Après avoir assuré un premier run probant (82 points), Pat Burgener a tombé la veste et lâché les chevaux afin de monter plus haut dans le classement. Sauf que pour son 2e passage, le garçon à la tignasse bien accrochée a dû patienter plusieurs minutes en haut de son terrain de jeu que le Japonais Yuto Totsuka soit évacué après sa violente chute. Pas de quoi s’élancer dans les meilleures conditions… Pourtant, “Pat” n’a pas tremblé. Il a lancé le run qui devait être celui de sa vie. Pourtant, il s’est manqué sur sa dernière figure.

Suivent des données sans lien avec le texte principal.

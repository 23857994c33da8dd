import { databaseNow } from '@/db/queries/clock'
import { feesPastGrace, lockFee } from '@/db/queries/fees'
import { paths } from '@/lib/paths'
import type { Context } from '../context'
import { inTransaction } from '../inTransaction'
import { writeLogbook } from '../logbook/writeLogbook'
import { proposalLapsed } from '../outbox/letters/proposalLapsed'
import { queueLetter } from '../outbox/queueLetter'
import { namedOnSending } from '../proposals/namedOnSending'
import { lockContents } from '../submission/lockContents'
import { takeOut } from '../submission/takeOut'
import { cancelFee } from './cancelFee'

/** Takes proposals out of their call whose fee was not settled within the grace; a waiver still asked for holds it off. */
export async function lapseFees(ctx: Context): Promise<number> {
  let count = 0
  for (const { feeId, proposalId } of await feesPastGrace(ctx.db, await databaseNow(ctx.db)))
    if (await lapse(ctx, feeId, proposalId)) count += 1
  return count
}

function lapse(ctx: Context, feeId: number, proposalId: number): Promise<boolean> {
  return inTransaction(ctx, async (tx) => {
    const { row, contents } = await lockContents(tx, proposalId)
    const fee = await lockFee(tx.db, feeId)
    // A payment may have come since the list was made.
    if (fee?.state !== 'due' || !['submitted', 'under-review'].includes(row.state)) return false
    await takeOut(tx, row, { state: 'lapsed' })
    await cancelFee(tx, proposalId, { state: 'lapsed', reason: 'not settled in time' })
    const url = `${tx.request.origin}${paths.proposal(contents.reference)}`
    for (const person of namedOnSending(contents.people)) {
      const facts = { title: contents.title, reference: contents.reference, dueAt: fee.due_at, url }
      await queueLetter(tx, person, proposalLapsed({ name: person.name, ...facts }), `lapsed:${proposalId}`)
    }
    await writeLogbook(tx, {
      action: 'proposal.lapse',
      subject: { kind: 'proposal', id: contents.reference },
      actingAs: 'clock',
      before: { state: row.state },
      after: { state: 'lapsed' },
    })
    return true
  })
}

Tout s’est alors joué sur son 3e passage. Tout donner, c’était le mot d’ordre. Ça passe ou ça casse. Ça a passé. Casque balancé dans le public, cris de joie et de rage. 89,75 points, juste en-dessous de la barre des 90 points et du podium. Certes, il n’a pas atteint le Graal, mais le rider de Crans-Montana a réussi. Il a plaqué le run de sa vie. “Je n’avais jamais aussi bien ridé, s’est réjouit le 5e du jour. C’était une des plus belles batailles de ma vie, je suis vraiment fier d’être là aujourd’hui. Je ne peux rien demander de plus, je suis super heureux et je peux juste profiter. J’ai ressenti des sensations parfaites. J’ai trouvé la musique qui me motive et j’ai pu profiter du moment. Je veux garder ces sentiments. Au début, j’étais tranquille, mes jambes ne tremblaient pas, je souriais à mes entraîneurs.”

La frustration du compétiteur

Dans l’aire d’arrivée, la joie prédominait sur le visage de l’athlète du Haut Plateau. “J’ai survécu!”, a-t-il notamment crié devant ses potes de l’équipe de Suisse de snowboard venus l’encourager. Pourtant, une pointe de frustration est rapidement apparue chez ce compétiteur. “L’Américain (ndlr: Ben Ferguson) me passe devant alors qu’il ne le mérite pas vraiment, a-t-il regretté. Il va falloir faire quelque chose au niveau des juges. J’ai 4 double cork dans mon run et lui en réussit un seul. Ce n’est pas juste. Cependant, je ne méritais pas de monter sur le podium et je reste très content d’avoir fait mon travail. J’ai plaqué mes runs, c’est tout ce qui compte.”

Le tout, avec les yeux déjà rivés sur Pékin, pour la prochaine échéance olympique, dans 4 ans. Où Pat Burgener visera une médaille. “Avec des performances comme celle d’aujourd’hui, il gagne en confiance, s’est réjoui l’entraîneur helvétique Pepe Regazzi. Le travail, il y en a encore. Pour le moment, au niveau de la hauteur, de la propreté et de ses figures, c’est déjà un incroyable niveau. La différence, il la fera avec des tricks encore meilleurs.”